Está em causa a decisão proferida pelo Tribunal Administrativo e Fiscal de Braga, que apreciou a pretensão deduzida pela Ré [SCom01...], S.A., a qual se reportava ao incidente processual atinente ao pedido de Intervenção Provocada Principal que a mesma havia formulado na sua Contestação, e que visava o Município ....

Como assim dispõe o artigo 627.º, n.º 1 do CPC, as decisões judiciais podem ser impugnadas por meio de recursos, para efeitos de poderem ser evidenciadas perante o Tribunal Superior as irregularidades de que a Sentença pode enfermar [que se reportam a nulidades que afectam a Sentença do ponto de vista formal e provocam dúvidas sobre a sua autenticidade], assim como os erros de julgamento de facto e/ou de direito, que por si são resultantes de desacerto tomado pelo Tribunal na formação da sua convicção em torno da realidade factual, ou da interpretação e aplicação do direito, em termos tais que o decidido não está em correspondência com a realidade fáctica ou normativa.

Constituindo os recursos jurisdicionais os meios específicos de impugnação de decisões judiciais, por via dos quais os recorrentes pretendem alterar as sentenças recorridas, nas concretas matérias que os afectem e que sejam alvo da sua sindicância, é necessário e imprescindível que no âmbito das alegações de recurso os recorrentes prossigam de forma clara e objectiva as premissas do silogismo judiciário em que se apoiou a decisão recorrida, por forma a evidenciar os erros em que a mesma incorreu.

Neste patamar, cumpre para aqui extrair a essencialidade da fundamentação contida na decisão recorrida e com a qual não se conforma a Recorrente, a qual lhe aponta erro de julgamento em matéria de direito:

Início da transcrição
“[…]
Intervenção requerida pela ré seguradora
Em contestação, a ré [SCom02...] veio requerer a intervenção principal provocada do Município .... Este requerimento baseou-se no pressuposto de que em face da contestação apresentada, "todos os co-réus serão absolvidos da instância", tendo assim interesse em fazer intervir o Município ....
Uma vez que o Município ... foi inicialmente demandado, e porque, entretanto, o tribunal judicial proferiu decisão de incompetência material, tendo os presentes autos sido remetido a este TAF, na sequência de requerimento apresentado para o efeito, foi questionado à requerente se manteria interesse no incidente.
A requerente veio dizer que sim.
Concedido o contraditório aos autores, estes nada vieram dizer.
Apreciando.
Antes de mais, impõe-se referir que a presente ação foi inicialmente instaurada no tribunal judicial, sendo aí indicados como réus, entre outros, a ora requerente e o Município ....
O incidente foi suscitado no pressuposto, como acima dito, de que todos os co-réus (e, portanto, também o Município) seriam absolvidos da instância, dessa forma sendo requerida a intervenção do município para que permanecesse na lide, bem como para deduzir o seu pedido contra a requerente, "se assim o entender" - cf. art.º 80.º da contestação da seguradora.
Ora, julga-se que este requerimento de intervenção terá de ser indeferido.
Com efeito, e como se sabe, vigora no ordenamento jurídico-processual civil, e também administrativo, o princípio da estabilidade da instância, consagrado no art.º 260.º do CPC, quer do ponto de vista subjetivo, quer do ponto de vista objetivo.
São, porém, admitidas alterações à instância, seja pela intervenção de terceiros, seja pela alteração do seu objeto, sendo certo que, neste último caso, o contencioso administrativo conhece várias especificidades, nomeadamente no domínio da impugnação de atos administrativos ou do contencioso pré-contratual.
Nesta sede, importa-nos essencialmente a estabilidade subjetiva da instância, v.g., o princípio segundo o qual aquela se mantém estável quanto aos intervenientes processuais.
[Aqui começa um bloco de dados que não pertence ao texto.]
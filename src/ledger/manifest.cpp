#include "loqsmith/ledger/manifest.hpp"

#include <nlohmann/json.hpp>
#include <system_error>

#include "loqsmith/base/digest.hpp"
#include "loqsmith/base/files.hpp"
#include "loqsmith/base/halt.hpp"
#include "loqsmith/base/text.hpp"
#include "loqsmith/ledger/line.hpp"
#include "loqsmith/ledger/out_layout.hpp"

namespace loqsmith {
namespace {

using Json = nlohmann::ordered_json;

std::string json_string(const std::string& text) { return Json(text).dump(); }

bool is_missing(const std::system_error& error) {
  return error.code() == std::errc::no_such_file_or_directory ||
         error.code() == std::errc::not_a_directory;
}

std::string why_unreadable(const std::system_error& error) {
  return is_missing(error) ? "it is missing"
                           : std::string("it cannot be read: ") + error.what();
}

// What is wrong with one published file; empty where nothing is.
std::string check_file(const std::filesystem::path& folder,
                       const ManifestFile& listed) {
  try {
    if (!unsafe_path(folder, listed.path).empty()) {
      return "its path leads out of the run's folder";
    }
    const FileDigest found = digest_file(folder / listed.path);
    if (found.bytes != listed.bytes) {
      return "it has " + std::to_string(found.bytes) +
             " bytes, the manifest says " + std::to_string(listed.bytes);
    }
    if (found.sha256 != listed.sha256) {
      return "it was changed: its SHA-256 is not the manifest's";
    }
    return {};
  } catch (const std::system_error& error) {
    return why_unreadable(error);
  }
}

Manifest manifest_of(const Json& json) {
  Manifest manifest;
  manifest.run = json.at("run").get<std::string>();
  for (const Json& file : json.at("files")) {
    manifest.files.push_back({file.at("path").get<std::string>(),
                              file.at("bytes").get<std::uint64_t>(),
                              file.at("sha256").get<std::string>()});
  }
  return manifest;
}

}  // namespace

Manifest make_manifest(const std::filesystem::path& folder,
                       const std::string& run) {
  Manifest manifest{run, {}};
  for (const std::string& path : files_below(folder)) {
    if (path == OutLayout::kOwner) continue;
    const auto status = std::filesystem::symlink_status(folder / path);
    if (!std::filesystem::is_regular_file(status) || !is_utf8(path)) {
      throw Halt(ExitStatus::ProgramFault,
                 "cannot publish " + in_quotes(path) + " of " + run);
    }
    const FileDigest digest = digest_file(folder / path);
    manifest.files.push_back({path, digest.bytes, digest.sha256});
  }
  return manifest;
}

std::string manifest_text(const Manifest& manifest) {
  std::string text =
      "{\n  \"run\": " + json_string(manifest.run) + ",\n  \"files\": [";
  const char* separator = "\n";
  for (const ManifestFile& file : manifest.files) {
    text += separator;
    text += "    {\"path\": " + json_string(file.path) +
            ", \"bytes\": " + std::to_string(file.bytes) +
            ", \"sha256\": " + json_string(file.sha256) + "}";
    separator = ",\n";
  }
  return text + "\n  ]\n}\n";
}

Outcome<Manifest> read_manifest(std::string_view text) {
  try {
    const Manifest manifest = manifest_of(Json::parse(text));
    if (manifest_text(manifest) == text) return manifest;
  } catch (const Json::exception&) {
    // Falls through: whatever is wrong with it, it is not ours.
  }
  return NotApplicable{"it is malformed"};
}

RunCheck check_run_folder(const std::filesystem::path& folder,
                          const std::string& run,
                          const std::string& manifest_sha256) {
  const std::string place = run + '/' + OutLayout::kManifest;
  RunCheck check;
  std::string text;
  try {
    text = read_file(folder / OutLayout::kManifest);
  } catch (const std::system_error& error) {
    check.deviations.push_back({place, why_unreadable(error)});
    return check;
  }
  if (sha256_hex(text) != manifest_sha256) {
    check.deviations.push_back(
        {place,
         "it was changed: its SHA-256 is not the ledger's, so the "
         "run's files cannot be held against it"});
    return check;
  }
  const auto manifest = read_manifest(text);
  if (!manifest || manifest->run != run) {
    check.deviations.push_back(
        {place, manifest ? "it belongs to another run" : manifest.reason()});
    return check;
  }
  check.manifest_trusted = true;
  for (const ManifestFile& file : manifest->files) {
    const std::string what = check_file(folder, file);
    if (!what.empty())
      check.deviations.push_back({run + '/' + file.path, what});
    check.files.push_back(file.path);
  }
  return check;
}

}  // namespace loqsmith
Casos existem, porém, em que o legislador admite que um terceiro possa intervir na instância, sendo certo que, no âmbito do contencioso administrativo, tem aplicação o regime de intervenção de terceiros previsto no CPC, por remissão do n.º 10 do art.º 10.º do CPTA.
Tudo isto significa que, para que se posse cogitar a hipótese de fazer intervir na instância, teremos de estar perante um terceiro, ou seja, uma pessoa ou entidade que ainda não é parte na causa.
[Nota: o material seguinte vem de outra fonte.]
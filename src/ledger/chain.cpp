#include "loqsmith/ledger/chain.hpp"

#include "loqsmith/base/digest.hpp"
#include "loqsmith/base/time.hpp"

namespace loqsmith {
namespace {

// A line of ours has some hundred bytes; what is longer was never written here.
constexpr std::size_t kMostLineBytes = std::size_t{1} << 20U;

std::int64_t moment_of(const LedgerLine& line) {
  return parse_moment(line.time)->microseconds;
}

std::string line_place(std::uint64_t number) {
  return "ledger.jsonl line " + std::to_string(number);
}

void check_link(Chain& chain, const LedgerLine& line) {
  const LedgerPlace above = chain.last();
  const std::string place = line_place(above.number + 1);
  if (line.number != above.number + 1) {
    chain.deviations.push_back(
        {place, "it is numbered " + std::to_string(line.number) +
                    ": lines were left out, added or moved"});
  }
  if (line.previous != above.sha256) {
    chain.deviations.push_back(
        {place, above.number == 0
                    ? "its previous should be zeros: lines before it are gone"
                    : "its previous is not the SHA-256 of " +
                          line_place(above.number) +
                          ": one of the two was changed"});
  }
  if (!chain.lines.empty() && moment_of(line) < moment_of(chain.lines.back())) {
    chain.deviations.push_back({place, "its time lies before the line above"});
  }
}

// @param text  the line with its line feed
void add_line(Chain& chain, std::string_view text) {
  const std::string_view content = text.substr(0, text.size() - 1);
  const auto line = text.size() > kMostLineBytes
                        ? Outcome<LedgerLine>(NotApplicable{"it is too long"})
                        : read_ledger_line(content);
  if (line) {
    check_link(chain, *line);
    chain.lines.push_back(*line);
  } else {
    chain.deviations.push_back(
        {line_place(chain.hashes.size() + 1), line.reason()});
  }
  chain.hashes.push_back(sha256_hex(text));
  chain.whole_bytes += text.size();
}

std::optional<LedgerPlace> read_head(std::string_view text) {
  if (text.empty() || text.back() != '\n') return std::nullopt;
  return read_ledger_place(text.substr(0, text.size() - 1));
}

HeadCheck damaged(std::string place, std::string what) {
  return {false, false, Deviation{std::move(place), std::move(what)}};
}

}  // namespace

LedgerPlace Chain::last() const {
  if (hashes.empty()) return {0, std::string(kNoLine)};
  return {hashes.size(), hashes.back()};
}

Chain read_chain(std::string_view bytes) {
  Chain chain;
  while (true) {
    const std::size_t end = bytes.find('\n');
    if (end == std::string_view::npos) break;
    add_line(chain, bytes.substr(0, end + 1));
    bytes.remove_prefix(end + 1);
  }
  chain.torn = std::string(bytes);
  return chain;
}

std::string head_text(const LedgerPlace& last) { return describe(last) + '\n'; }

HeadCheck check_head(const Chain& chain,
                     const std::optional<std::string>& head) {
  const std::size_t count = chain.hashes.size();
  if (!head) {
    if (count <= 1) return {count == 1, count == 1, std::nullopt};
    return damaged("ledger.head", "it is missing");
  }
  const auto named = read_head(*head);
  if (!named) return damaged("ledger.head", "it is malformed");
  const std::string both = "ledger.jsonl and ledger.head";
  const std::string ends = "the ledger ends with line " +
                           std::to_string(count) + ", its head names line " +
                           std::to_string(named->number);
  if (named->number > count) {
    return damaged(both, ends + ": lines were cut off, or the head changed");
  }
  if (named->sha256 != chain.hashes[named->number - 1]) {
    return damaged(both, "line " + std::to_string(named->number) +
                             " does not have the SHA-256 that the head gives: "
                             "one of the two was changed");
  }
  HeadCheck check;
  check.behind = named->number < count;
  check.one_behind = named->number + 1 == count;
  if (check.behind && !check.one_behind) {
    check.damage =
        Deviation{both, ends + ": lines were added, or the head is an old one"};
  }
  return check;
}

std::optional<Deviation> check_extends(const Chain& chain,
                                       const LedgerPlace& earlier) {
  const std::size_t count = chain.hashes.size();
  if (earlier.number > count) {
    return Deviation{"ledger.jsonl",
                     "it ends with line " + std::to_string(count) +
                         ", but line " + std::to_string(earlier.number) +
                         " was written down elsewhere: lines were cut off"};
  }
  if (chain.hashes[earlier.number - 1] == earlier.sha256) return std::nullopt;
  return Deviation{line_place(earlier.number),
                   "its SHA-256 is not the one written down elsewhere: the "
                   "ledger was written anew up to here, or it is another one"};
}

}  // namespace loqsmith
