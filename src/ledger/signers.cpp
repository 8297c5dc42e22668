#include "loqsmith/ledger/signers.hpp"

#include <algorithm>

#include "loqsmith/base/digest.hpp"
#include "loqsmith/base/ed25519.hpp"
#include "loqsmith/base/files.hpp"
#include "loqsmith/base/json_writer.hpp"
#include "loqsmith/base/text.hpp"

namespace loqsmith {

std::string unfit_signer_name(const std::string& name) {
  constexpr std::size_t kMostBytes = 200;
  if (name.empty()) return "it is empty";
  if (name.size() > kMostBytes) return "it is too long";
  if (!is_utf8(name)) return "it is no UTF-8";
  if (trim(name) != name) return "it begins or ends with a blank";
  const bool controls = std::any_of(name.begin(), name.end(), [](char c) {
    const auto byte = static_cast<unsigned char>(c);
    return byte < 0x20U || byte == 0x7FU;
  });
  return controls ? "it holds a control character" : "";
}

const Signer* SignerRegister::with_name(const std::string& name) const {
  for (const Signer& signer : signers_) {
    if (signer.name == name) return &signer;
  }
  return nullptr;
}

const Signer* SignerRegister::with_key(const std::string& public_key) const {
  for (const Signer& signer : signers_) {
    if (signer.public_key == public_key) return &signer;
  }
  return nullptr;
}

std::string SignerRegister::text_with(const std::string& change,
                                      const Signer& signer) const {
  return text_.value_or("") + "{\"change\":" + json_text(change) +
         ",\"name\":" + json_text(signer.name) +
         ",\"public_key\":" + json_text(signer.public_key) + "}\n";
}

std::string SignerRegister::wrong_change(const std::string& change,
                                         const Signer& signer) const {
  const Signer* known = with_name(signer.name);
  if (change == "removed") {
    return known != nullptr && known->public_key == signer.public_key
               ? ""
               : "it removes a signer who is not registered";
  }
  if (!unfit_signer_name(signer.name).empty()) return "its object is no name";
  if (!is_public_key(signer.public_key)) return "its public_key is no key";
  if (known != nullptr) return "it adds a name that is registered";
  if (with_key(signer.public_key) != nullptr) {
    return "it adds a key that is registered";
  }
  return {};
}

void SignerRegister::take(const LedgerLine& line) {
  const bool added = line.action == "signer-added";
  if (!added && line.action != "signer-removed") return;
  const Signer signer{line.object, detail_of(line, "public_key"), line.number,
                      line.time};
  const std::string change = added ? "added" : "removed";
  std::string wrong = wrong_change(change, signer);
  const std::string text = text_with(change, signer);
  if (wrong.empty() && sha256_hex(text) != detail_of(line, "register")) {
    wrong = "its register is not the SHA-256 of signers.jsonl";
  }
  if (!wrong.empty()) {
    deviations_.push_back(
        {"ledger.jsonl line " + std::to_string(line.number), wrong});
    return;
  }
  before_ = std::exchange(text_, text);
  if (added) {
    signers_.push_back(signer);
  } else {
    std::erase_if(signers_, [&](const Signer& known) {
      return known.name == signer.name;
    });
  }
}

SignerRegister collect_signers(const std::vector<LedgerLine>& lines) {
  SignerRegister signers;
  for (const LedgerLine& line : lines) signers.take(line);
  return signers;
}

RegisterFile register_file(const std::optional<std::string>& found,
                           const SignerRegister& signers) {
  if (found == signers.text()) return RegisterFile::Current;
  return found == signers.text_before() ? RegisterFile::OneBehind
                                        : RegisterFile::Damaged;
}

RegisterFile register_file(const OutLayout& layout,
                           const SignerRegister& signers) {
  std::optional<std::string> found;
  if (is_there(layout.signers())) found = read_file(layout.signers());
  return register_file(found, signers);
}

}  // namespace loqsmith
O que não sucede no caso concreto.
Como se disse, o Município ... foi originalmente demandado como réu nestes autos, pelo que tem indiscutivelmente o estatuto de parte no processo. Ou seja, para este efeito, o Município não pode ser considerado um terceiro, e, como tal, é totalmente inviável a sua intervenção à luz de um incidente de intervenção.
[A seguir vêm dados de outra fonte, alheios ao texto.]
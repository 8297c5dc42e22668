#include "loqsmith/ledger/open_ledger.hpp"

#include <algorithm>
#include <thread>

#include "loqsmith/base/digest.hpp"
#include "loqsmith/base/halt.hpp"
#include "loqsmith/base/time.hpp"
#include "loqsmith/ledger/damage.hpp"
#include "loqsmith/ledger/signatures.hpp"
#include "loqsmith/ledger/system_failures.hpp"

namespace loqsmith {
namespace {

namespace fs = std::filesystem;

constexpr std::string_view kTorn = "torn-";

void create_out(const OutLayout& layout) {
  try {
    make_folders(layout.work());
  } catch (const std::system_error& error) {
    throw Halt(ExitStatus::CannotCreate, error.what());
  }
}

FileLock take_lock(const OutLayout& layout, std::chrono::seconds patience) {
  const auto deadline = std::chrono::steady_clock::now() + patience;
  FileLock lock;
  while (!lock.try_lock(layout.lock())) {
    if (std::chrono::steady_clock::now() >= deadline) {
      throw Halt(ExitStatus::Locked,
                 "another process holds " + layout.lock().string());
    }
    std::this_thread::sleep_for(std::chrono::milliseconds(20));
  }
  return lock;
}

std::optional<std::string> read_if_there(const fs::path& path) {
  if (!is_there(path)) return std::nullopt;
  return read_file(path);
}

// The clock's time, unless it stands before the last line's: time in the ledger
// never goes back, and what the clock said is then kept in the detail.
void set_time(LedgerLine& line, const std::string& clock, const Chain& chain) {
  line.time = clock;
  if (chain.lines.empty()) return;
  const auto now = parse_moment(clock);
  const auto last = parse_moment(chain.lines.back().time);
  if (!now || now->microseconds >= last->microseconds) return;
  line.time = chain.lines.back().time;
  line.detail.emplace_back("clock", clock);
}

}  // namespace

OpenLedger::OpenLedger(const PublicationPlace& place,
                       std::chrono::seconds patience)
    : place_(place), layout_{place.out} {
  create_out(layout_);
  halt_on_failure([&] {
    lock_ = take_lock(layout_, patience);
    chain_ = read_chain(read_if_there(layout_.ledger()).value_or(""));
    const auto head = read_if_there(layout_.head());
    const HeadCheck check = check_head(chain_, head);
    halt_if_damaged(layout_, chain_, check);
    if (check.one_behind) mend_head(head);
    mend_torn_line();
    report_torn_lines();
  });
}

void OpenLedger::mend_head(const std::optional<std::string>& head) {
  replace_file(layout_.head(), head_text(chain_.last()));
  say(head ? "ledger.head was one line behind: renewed"
           : "ledger.head was not written yet: renewed");
}

// The torn bytes are kept beside the lock until the line that gives their
// SHA-256 is written, so that a second interruption cannot lose the news.
void OpenLedger::mend_torn_line() {
  if (chain_.torn.empty()) return;
  const std::string name = std::string(kTorn) + sha256_hex(chain_.torn);
  replace_file(layout_.work() / name, chain_.torn);
  cut_file(layout_.ledger(), chain_.whole_bytes);
  chain_.torn.clear();
}

void OpenLedger::report_torn_lines() {
  std::vector<std::string> names;
  for (const auto& entry : fs::directory_iterator(layout_.work())) {
    const std::string name = entry.path().filename().string();
    if (name.rfind(kTorn, 0) == 0 && is_sha256(name.substr(kTorn.size()))) {
      names.push_back(name);
    }
  }
  std::sort(names.begin(), names.end());
  for (const std::string& name : names) {
    const std::string hash = name.substr(kTorn.size());
    const bool told = std::any_of(
        lines().begin(), lines().end(), [&](const LedgerLine& line) {
          return line.action == "recovery" && detail_of(line, "torn") == hash;
        });
    if (!told) {
      append({"recovery",
              "ledger.jsonl",
              "",
              "torn last line cut off",
              {{"torn", hash}}});
    }
    say("ledger.jsonl ended in the middle of a line: cut off, its SHA-256 is " +
        hash);
    remove_file(layout_.work() / name);
  }
}

LedgerPlace OpenLedger::append(const LedgerEntry& entry,
                               const SigningKey* key) {
  const LedgerPlace last = chain_.last();
  LedgerLine line;
  line.number = last.number + 1;
  line.actor = place_.actor.actor;
  line.operator_ = place_.actor.operator_;
  line.host = place_.actor.host;
  line.program = place_.actor.program;
  line.action = entry.action;
  line.object = entry.object;
  line.manifest = entry.manifest;
  line.reason = entry.reason;
  line.detail = entry.detail;
  line.previous = last.sha256;
  set_time(line, place_.clock(), chain_);
  if (key != nullptr) {
    line.detail.emplace_back(kSignature, key->sign(signed_text(line)));
  }
  const std::string text = ledger_line_text(line);
  // What could not be read back would make the ledger damaged for ever.
  const Chain one = read_chain(text);
  if (one.lines.size() != 1) {
    throw Halt(ExitStatus::ProgramFault,
               "unfit line for the ledger: " + one.deviations.front().what);
  }
  halt_on_failure([&] {
    append_to_file(layout_.ledger(), text);
    chain_.lines.push_back(one.lines.front());
    chain_.hashes.push_back(sha256_hex(text));
    chain_.whole_bytes += text.size();
    replace_file(layout_.head(), head_text(chain_.last()));
  });
  return chain_.last();
}

}  // namespace loqsmith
Noutros termos, não pode ser chamado a intervir na causa aquele que já nela é parte.
E esta conclusão não sai prejudicada pela alegação de que os co-réus poderiam ser absolvidos da instância. Aliás, no que à competência diz respeito constata-se que o tribunal judicial deferiu a remessa dos autos a este TAF, pelo que a instância se mantém, por agora, idêntica, dela fazendo parte o Município. E se este queria deduzir qualquer pedido contra a seguradora, a verdade é que não vemos forma de, processualmente, o Município poder transitar da posição de réu para a de autor (deduzindo pedido contra a seguradora), atendendo ao modo como a relação material controvertida vem configurada.
Assim sendo, e em suma, não deve ser admitida a requerida intervenção, porque o Município ... já é parte na causa.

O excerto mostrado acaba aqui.